### EXERCISE OBJECTIVE
Using the listing below, extract each line that has the word "added" in it.

DATA SHOWN: Begin

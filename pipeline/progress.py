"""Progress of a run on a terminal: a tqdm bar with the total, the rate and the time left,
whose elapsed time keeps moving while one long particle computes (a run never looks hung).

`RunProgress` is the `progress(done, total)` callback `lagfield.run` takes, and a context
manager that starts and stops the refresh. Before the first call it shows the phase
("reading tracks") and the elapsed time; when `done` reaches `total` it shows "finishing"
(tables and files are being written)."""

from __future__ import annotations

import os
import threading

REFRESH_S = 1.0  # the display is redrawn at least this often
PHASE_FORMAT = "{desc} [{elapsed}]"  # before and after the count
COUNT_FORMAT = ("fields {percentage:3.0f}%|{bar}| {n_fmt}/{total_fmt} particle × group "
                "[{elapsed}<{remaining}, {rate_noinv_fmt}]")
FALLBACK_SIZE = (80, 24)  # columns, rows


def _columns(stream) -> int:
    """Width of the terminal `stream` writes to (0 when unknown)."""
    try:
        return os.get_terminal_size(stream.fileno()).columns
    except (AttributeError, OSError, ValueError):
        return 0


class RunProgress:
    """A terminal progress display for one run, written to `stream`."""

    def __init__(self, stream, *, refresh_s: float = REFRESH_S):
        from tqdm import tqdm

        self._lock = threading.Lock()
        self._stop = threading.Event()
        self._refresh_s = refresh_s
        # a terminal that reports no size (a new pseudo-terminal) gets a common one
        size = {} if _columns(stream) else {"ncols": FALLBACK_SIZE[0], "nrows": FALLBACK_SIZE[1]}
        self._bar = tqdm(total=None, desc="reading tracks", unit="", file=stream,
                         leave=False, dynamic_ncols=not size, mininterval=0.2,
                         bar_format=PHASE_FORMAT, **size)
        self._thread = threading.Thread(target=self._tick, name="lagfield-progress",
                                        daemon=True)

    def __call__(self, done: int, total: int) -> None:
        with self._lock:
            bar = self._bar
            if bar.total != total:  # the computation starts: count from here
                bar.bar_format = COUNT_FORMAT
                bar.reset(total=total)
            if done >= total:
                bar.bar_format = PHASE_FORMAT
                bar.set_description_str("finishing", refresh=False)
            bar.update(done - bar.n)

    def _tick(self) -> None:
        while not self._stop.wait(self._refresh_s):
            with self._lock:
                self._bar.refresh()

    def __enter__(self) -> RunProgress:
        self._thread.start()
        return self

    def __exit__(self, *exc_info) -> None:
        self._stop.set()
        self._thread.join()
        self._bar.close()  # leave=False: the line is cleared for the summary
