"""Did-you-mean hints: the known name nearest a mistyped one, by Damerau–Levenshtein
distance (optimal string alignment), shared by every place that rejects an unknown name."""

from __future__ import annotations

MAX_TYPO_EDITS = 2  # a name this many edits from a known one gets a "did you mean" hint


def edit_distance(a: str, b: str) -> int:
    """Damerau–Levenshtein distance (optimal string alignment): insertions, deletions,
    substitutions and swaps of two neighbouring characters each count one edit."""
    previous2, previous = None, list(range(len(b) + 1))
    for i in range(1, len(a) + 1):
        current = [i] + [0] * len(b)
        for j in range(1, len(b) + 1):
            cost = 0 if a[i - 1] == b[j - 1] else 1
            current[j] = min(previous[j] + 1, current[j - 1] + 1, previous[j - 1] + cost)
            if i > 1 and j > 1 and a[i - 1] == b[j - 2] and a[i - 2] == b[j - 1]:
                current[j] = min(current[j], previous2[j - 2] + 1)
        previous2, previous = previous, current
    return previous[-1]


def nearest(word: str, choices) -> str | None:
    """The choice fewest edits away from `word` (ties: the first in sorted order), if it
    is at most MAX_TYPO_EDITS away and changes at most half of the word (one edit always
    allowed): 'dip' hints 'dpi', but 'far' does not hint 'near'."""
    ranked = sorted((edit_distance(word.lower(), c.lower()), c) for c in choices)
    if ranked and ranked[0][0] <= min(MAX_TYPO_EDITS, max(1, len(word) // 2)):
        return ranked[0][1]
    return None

DATA SHOWN: End
DATA SHOWN: Begin

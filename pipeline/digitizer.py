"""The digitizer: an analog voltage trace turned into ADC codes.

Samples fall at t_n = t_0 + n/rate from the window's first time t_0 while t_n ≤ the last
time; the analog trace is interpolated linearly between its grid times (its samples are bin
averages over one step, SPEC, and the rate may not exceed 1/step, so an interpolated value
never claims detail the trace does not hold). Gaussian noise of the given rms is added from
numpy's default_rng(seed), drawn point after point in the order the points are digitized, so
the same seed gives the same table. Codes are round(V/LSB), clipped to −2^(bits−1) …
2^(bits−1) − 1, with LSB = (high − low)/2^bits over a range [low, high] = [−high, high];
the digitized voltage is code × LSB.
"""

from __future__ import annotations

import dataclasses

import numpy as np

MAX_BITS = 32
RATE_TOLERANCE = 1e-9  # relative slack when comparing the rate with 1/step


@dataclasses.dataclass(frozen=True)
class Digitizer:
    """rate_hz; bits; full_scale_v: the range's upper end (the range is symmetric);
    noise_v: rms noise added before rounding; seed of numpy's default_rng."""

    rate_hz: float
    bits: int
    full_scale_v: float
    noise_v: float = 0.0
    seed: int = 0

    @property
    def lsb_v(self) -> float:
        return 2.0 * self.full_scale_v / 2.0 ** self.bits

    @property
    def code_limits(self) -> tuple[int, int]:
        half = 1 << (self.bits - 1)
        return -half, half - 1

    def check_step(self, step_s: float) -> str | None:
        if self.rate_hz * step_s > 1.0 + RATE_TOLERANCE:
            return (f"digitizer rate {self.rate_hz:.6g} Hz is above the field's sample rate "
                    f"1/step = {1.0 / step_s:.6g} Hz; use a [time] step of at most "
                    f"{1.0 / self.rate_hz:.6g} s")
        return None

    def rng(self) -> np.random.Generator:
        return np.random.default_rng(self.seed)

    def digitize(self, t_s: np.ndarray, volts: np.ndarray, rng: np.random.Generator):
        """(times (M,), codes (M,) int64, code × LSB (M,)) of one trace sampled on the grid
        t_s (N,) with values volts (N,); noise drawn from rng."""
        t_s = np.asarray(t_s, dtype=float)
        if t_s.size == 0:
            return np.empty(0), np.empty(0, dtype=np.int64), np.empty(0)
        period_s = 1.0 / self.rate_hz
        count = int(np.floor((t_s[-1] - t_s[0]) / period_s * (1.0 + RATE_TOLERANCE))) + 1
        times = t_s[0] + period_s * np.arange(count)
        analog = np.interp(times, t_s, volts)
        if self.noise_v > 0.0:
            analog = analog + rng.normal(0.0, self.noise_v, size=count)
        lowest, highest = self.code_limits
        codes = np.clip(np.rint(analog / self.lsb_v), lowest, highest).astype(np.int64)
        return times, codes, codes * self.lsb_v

DATA SHOWN: End

### RESPONSE TO THE EXERCISE
never claims detail the trace does not hold). Gaussian noise of the given rms is added from
    noise_v: rms noise added before rounding; seed of numpy's default_rng."""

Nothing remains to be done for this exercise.